Studies that identify environmental limitations to seed germination in ecologically important native plants have the potential to significantly improve efficacy of ecological restoration in disturbed ecosystems (Primack 1996, Baskin and Baskin 1998, Seabloom et al. 2003, Corbin and D'Antonio 2004, MacDougall and Turkington 2006). In grassland ecosystems in particular, seed limitations may be important in controlling native species abundance (Turnbull et al. 2000, Foster and Tilman 2003, Zeiter et al. 2006, Clark et al. 2007, Stanley et al. 2011). Therefore, determining germination response cues for native species may be especially important in developing holistic restoration strategies in prairie ecosystems.

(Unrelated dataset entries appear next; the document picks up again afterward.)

// The linearisation of r at one point, scaled by D, ready for any damping lambda.
struct Linearization {
    Vector singular;        // s_i of A = R D^-1, descending
    Matrix v;               // right singular vectors of A
    Vector projected;       // c = U' Q' r (size = number of singular values)
    double residualNormSq = 0;
    int rank = 0;           // numerical rank of J (unscaled)
    double condition = kNaN;  // s_max / s_min of J (unscaled); inf when rank-deficient
    double rankCutoff = 0;  // scaled singular values below this count as zero
    Vector unscaledSingular;  // singular values of J, descending

    // Fills the linearisation from the reduced form and the scaling D (all entries > 0).
    void compute(const Reduced& point, const Vector& scale) {
        const Matrix& reduced = point.r;  // R, or J itself when there are fewer rows than parameters
        const Vector& qtr = point.qtr;
        const Eigen::Index m = point.rows, n = reduced.cols();
        residualNormSq = point.residualNormSq;
        Eigen::JacobiSVD<Matrix> plain(reduced);
        unscaledSingular = plain.singularValues();
        const double sMax = unscaledSingular.size() ? unscaledSingular[0] : 0.0;
        const double tol = sMax * kEps * static_cast<double>(std::max(m, n));
        rank = 0;
        for (Eigen::Index i = 0; i < unscaledSingular.size(); ++i)
            if (unscaledSingular[i] > tol) ++rank;
        const double sMin = unscaledSingular.size() == n ? unscaledSingular[n - 1] : 0.0;
        condition = sMin > 0 ? sMax / sMin : std::numeric_limits<double>::infinity();

        Matrix scaled = reduced * scale.cwiseInverse().asDiagonal();
        Eigen::JacobiSVD<Matrix> svd(scaled, Eigen::ComputeThinU | Eigen::ComputeFullV);
        singular = svd.singularValues();
        v = svd.matrixV();
        projected = svd.matrixU().transpose() * qtr;
        const double scaledMax = singular.size() ? singular[0] : 0.0;
        rankCutoff = scaledMax * kEps * static_cast<double>(std::max(m, n));
    }

    // Scaled step z(lambda); lambda = 0 gives the minimum-norm Gauss-Newton step.
    Vector scaledStep(double lambda) const {
        Vector coefficients = Vector::Zero(v.cols());
        for (Eigen::Index i = 0; i < singular.size(); ++i) {
            const double s = singular[i];
            if (s <= rankCutoff) continue;
            coefficients[i] = -s * projected[i] / (s * s + lambda);
        }
        return v * coefficients;
    }

    double scaledStepNorm(double lambda, double* derivative = nullptr) const {
        double sq = 0, dsq = 0;
        for (Eigen::Index i = 0; i < singular.size(); ++i) {
            const double s = singular[i];
            if (s <= rankCutoff) continue;
            const double denom = s * s + lambda;
            const double term = s * projected[i] / denom;
            sq += term * term;
            dsq -= 2.0 * term * term / denom;  // d/dlambda of term^2
        }
        const double norm = std::sqrt(sq);
        if (derivative) *derivative = norm > 0 ? dsq / (2.0 * norm) : 0.0;
        return norm;
    }

    // |A z|^2 = |J p|^2 for a scaled step z.
    double modelDecreaseTerm(const Vector& z) const {
        Vector vz = v.transpose() * z;
        double sq = 0;
        for (Eigen::Index i = 0; i < singular.size(); ++i) sq += singular[i] * singular[i] * vz[i] * vz[i];
        return sq;
    }
};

Restoration efforts in south Puget Lowland prairies (WA, USA) have taken a number of steps to re-establish native flora in a landscape heavily invaded by non-native plants (Stanley et al. 2008). However, plans to significantly expand the scale of restoration efforts highlight the need to test seed germination requirements of native plants under simulated natural conditions (Thomas and Carey 1996, Dunwiddie et al. 2006). Useful germination protocols have already been established for some important taxa native to these prairie ecosystems (Drake et al. 1998, Kaye and Kuykendall 2001). However, species in the genus Lupinus (Fabaceae) remain poorly understood in terms of germination cues.

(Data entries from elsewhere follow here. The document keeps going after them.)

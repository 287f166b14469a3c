// The sweep and trials runner: see sweep.hpp. The order of work:
//   grid (sweeps minus parameters fixed by a scalar --set) -> load every point (parallel)
//   -> every (point, trial) job (parallel, results by index) -> failures? stop, write nothing
//   -> --csv table, --csv-signals (temporaries, committed together) -> summary, --best,
//   plot -> verdicts (check) -> JSON and JUnit.
// Deliberately not here: any state shared between jobs (each job owns its circuit copy, its
// evaluation plan and its engine run; the solver keeps no statics).
#include "cli/sweep.hpp"

#include <algorithm>
#include <atomic>
#include <chrono>
#include <cerrno>
#include <cmath>
#include <cstdio>
#include <cstring>
#include <exception>
#include <map>
#include <optional>
#include <memory>
#include <set>
#include <string>
#include <thread>
#include <utility>

#if defined(__GLIBC__)
#include <malloc.h>
#endif

#include "cli/atomic_file.hpp"
#include "cli/console.hpp"
#include "cli/csv_writer.hpp"
#include "cli/distribute.hpp"
#include "cli/exit_codes.hpp"
#include "cli/histogram_plot.hpp"
#include "cli/progress.hpp"
#include "cli/sweep_job.hpp"
#include "mna/descriptor.hpp"
#include "parser/units.hpp"
#include "solver/draws.hpp"
#include "solver/transient.hpp"

namespace ringdown::cli {

namespace {

// %.17g round-trips a double (IEEE 754-2008 section 5.12.2), so a point's value reaches
// the loader exactly.
constexpr int kExactDigits = 17;
// 95 % two-sided normal quantile (normal table; from memory).
constexpr double kZ95 = 1.959963984540054;
// Bins of the text histogram of a trials summary (common practice, no source).
constexpr int kHistogramBins = 10;
constexpr int kHistogramWidth = 40;

std::string trim(const std::string& s) {
  const auto first = s.find_first_not_of(" \t");
  if (first == std::string::npos) return {};
  const auto last = s.find_last_not_of(" \t");
  return s.substr(first, last - first + 1);
}

std::string number(double v, int digits) {
  char buffer[64];
  std::snprintf(buffer, sizeof buffer, "%.*g", digits, v);
  return buffer;
}

// A --set value written as a sweep list: `(a, b, ...)` with a comma outside inner
// parentheses, or linear/geometric/eNN(...). The parser makes the same decision on the
// parsed tree (parser/load.cpp, is_sweep_list); this textual test only decides whether a
// --set fixes a swept parameter.
bool looks_like_list(const std::string& value) {
  const std::string v = trim(value);
  for (const char* f : {"linear", "geometric", "e6", "e12", "e24", "e96"}) {
    const std::string name = f;
    if (v.rfind(name, 0) == 0 && trim(v.substr(name.size())).rfind('(', 0) == 0) return true;
  }
  if (v.empty() || v.front() != '(') return false;
  int depth = 0;
  for (char c : v) {
    if (c == '(') ++depth;
    if (c == ')') --depth;
    if (c == ',' && depth == 1) return true;
  }
  return false;
}

// The value of a point as override text: the number in SI with the parameter's unit, so
// the loader checks and propagates the unit exactly as for `--set NAME=VALUE`.
std::string override_text(double value, const Unit& unit) {
  const std::string v = number(value, kExactDigits);
  if (!unit || unit->dimensionless()) return v;
  const std::string symbol = unit_symbol(*unit);
  if (symbol.find_first_of("*/^()") == std::string::npos) return v + symbol;
  // A compound unit: the number times unit powers of V, A and s.
  std::string text = "(" + v;
  const std::pair<const char*, int> parts[] = {{"1V", unit->volt2}, {"1A", unit->ampere2}, {"1s", unit->second2}};
  for (const auto& [base, doubled] : parts)
    if (doubled != 0) text += std::string(" * ") + base + "^(" + number(doubled / 2.0, 3) + ")";
  return text + ")";
}

// Hundreds to thousands of runs in a row each allocate and free the same few large buffers
// (a trajectory's checkpoints, the sampled signals: a few hundred KiB). glibc's defaults give
// such blocks back to the kernel on free (mmap, or trimming the heap top) and every run
// then faults them in again, page by page: on a 2,000-sample ladder trial that was about a
// quarter of the run's time. Keep them in the process instead: blocks up to 16 MiB come from
// the heap, and up to 128 MiB of free heap stays mapped (glibc mallopt(3); values common
// practice, no source). Process-wide, set once when the sweep runner starts.
void keep_freed_memory() {
#if defined(__GLIBC__)
  static const bool once = [] {
    mallopt(M_MMAP_THRESHOLD, 16 * 1024 * 1024);
    mallopt(M_TRIM_THRESHOLD, 128 * 1024 * 1024);
    return true;
  }();
  (void)once;
#endif
}

struct ActiveSweep {
  const SweepRequest* request = nullptr;
};

struct Point {
  std::vector<double> values;  // one per active sweep
  std::string label;           // "Rsn=47 Csn=1e-09"
  std::optional<Circuit> circuit;
  Diagnostics diagnostics;
  // With trials: the point's MNA structure, analysed once for all its trials (they scale
  // values only), and the diagnostics of that analysis, which each trial reports as its
  // own engine run would have. Empty when the analysis failed: each trial then analyses
  // (and fails) itself.
  std::shared_ptr<const mna::Network> structure;
  Diagnostics structure_diagnostics;
};

struct TrialsPlan {
  bool active = false;
  long count = 0;               // trials per point
  bool enumerate = false;       // corners: every combination
  solver::DrawSpread spread = solver::DrawSpread::Uniform;
  std::vector<int> parts;       // toleranced parts, in file order (the element index e)
};

struct Stats {
  long n = 0;
  double min = 0, mean = 0, max = 0, sigma = 0;
};

Stats stats_of(const std::vector<double>& v) {
  Stats s;
  s.n = static_cast<long>(v.size());
  if (v.empty()) return s;
  s.min = *std::min_element(v.begin(), v.end());
  s.max = *std::max_element(v.begin(), v.end());
  double sum = 0;
  for (double x : v) sum += x;
  s.mean = sum / static_cast<double>(v.size());
  double ss = 0;
  for (double x : v) ss += (x - s.mean) * (x - s.mean);
  // Sample standard deviation (n - 1; common practice, no source).
  s.sigma = v.size() > 1 ? std::sqrt(ss / static_cast<double>(v.size() - 1)) : 0.0;
  return s;
}

solver::DrawSpread draw_spread(Spread s) {
  switch (s) {
    case Spread::Normal: return solver::DrawSpread::Normal;
    case Spread::Corners: return solver::DrawSpread::Corners;
    default: return solver::DrawSpread::Uniform;
  }
}

// Runs `count` jobs on `threads` workers; `work(i)` must only touch job i's slot. The
// calling thread draws the progress bar while it waits.
template <typename Work>
void parallel_for(std::size_t count, unsigned threads, ProgressBar& progress, double done_before,
                  double share, Work work) {
  std::atomic<std::size_t> next{0}, done{0};
  auto worker = [&]() {
    for (std::size_t i; (i = next.fetch_add(1)) < count;) {
      work(i);
      done.fetch_add(1);
    }
  };
  const unsigned n = static_cast<unsigned>(std::min<std::size_t>(std::max(1U, threads), std::max<std::size_t>(count, 1)));
  std::vector<std::thread> pool;
  for (unsigned k = 0; k < n; ++k) pool.emplace_back(worker);
  while (done.load() < count) {
    progress.update(done_before + share * static_cast<double>(done.load()) / static_cast<double>(count));
    std::this_thread::sleep_for(std::chrono::milliseconds(50));
  }
  for (std::thread& t : pool) t.join();
}

Diagnostic with_context(Diagnostic d, const std::string& context) {
  if (!context.empty()) d.message += " (" + context + ")";
  return d;
}

bool write_text(AtomicFile& file, const std::string& text, std::string& error) {
  if (std::fwrite(text.data(), 1, text.size(), file.stream()) != text.size()) {
    error = "cannot write '" + file.path() + "': " + std::strerror(errno);
    return false;
  }
  return true;
}

}  // namespace

unsigned resolve_jobs(int requested) {
  if (requested > 0) return static_cast<unsigned>(requested);
  const unsigned cores = std::thread::hardware_concurrency();
  return cores == 0 ? 1U : cores;
}

namespace {

std::vector<const SweepRequest*> active_sweeps(const Circuit& circuit, const LoadOptions& load_options) {
  // The last --set of a name decides: a scalar value fixes the parameter (no sweep).
  std::map<std::string, bool> last_is_list;
  for (const auto& [name, value] : load_options.overrides) last_is_list[name] = looks_like_list(value);
  std::vector<const SweepRequest*> out;
  for (const SweepRequest& s : circuit.sweeps) {
    auto it = last_is_list.find(s.parameter);
    if (it != last_is_list.end() && !it->second) continue;
    out.push_back(&s);
  }
  return out;
}

}  // namespace

bool needs_sweep_runner(const Circuit& circuit, const LoadOptions& load_options) {
  return circuit.trials.has_value() || !active_sweeps(circuit, load_options).empty();
}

Members of the genus Lupinus are especially important to restoration efforts because they have symbiotic associations with nitrogen-fixing bacteria. This allows them to play unique roles as arbiters of soil nitrogen dynamics in native plant communities following disturbance. For example, Lupinus lepidus Dougl. ex Lindl. represents the most abundant herbaceous plant on new volcanic substrates following the eruption of Mount St. Helens where it plays a major role in shaping plant community structure (del Moral and Rozzell 2005). Species in the genus Lupinus are also known for unique pollinator relationships with arthropods (especially Hymenoptera and Lepidoptera) and they have been vital in the conservation of endangered species in western Oregon and Washington prairies (e.g., Wilson et al. 2003, Schultz et al. 2011).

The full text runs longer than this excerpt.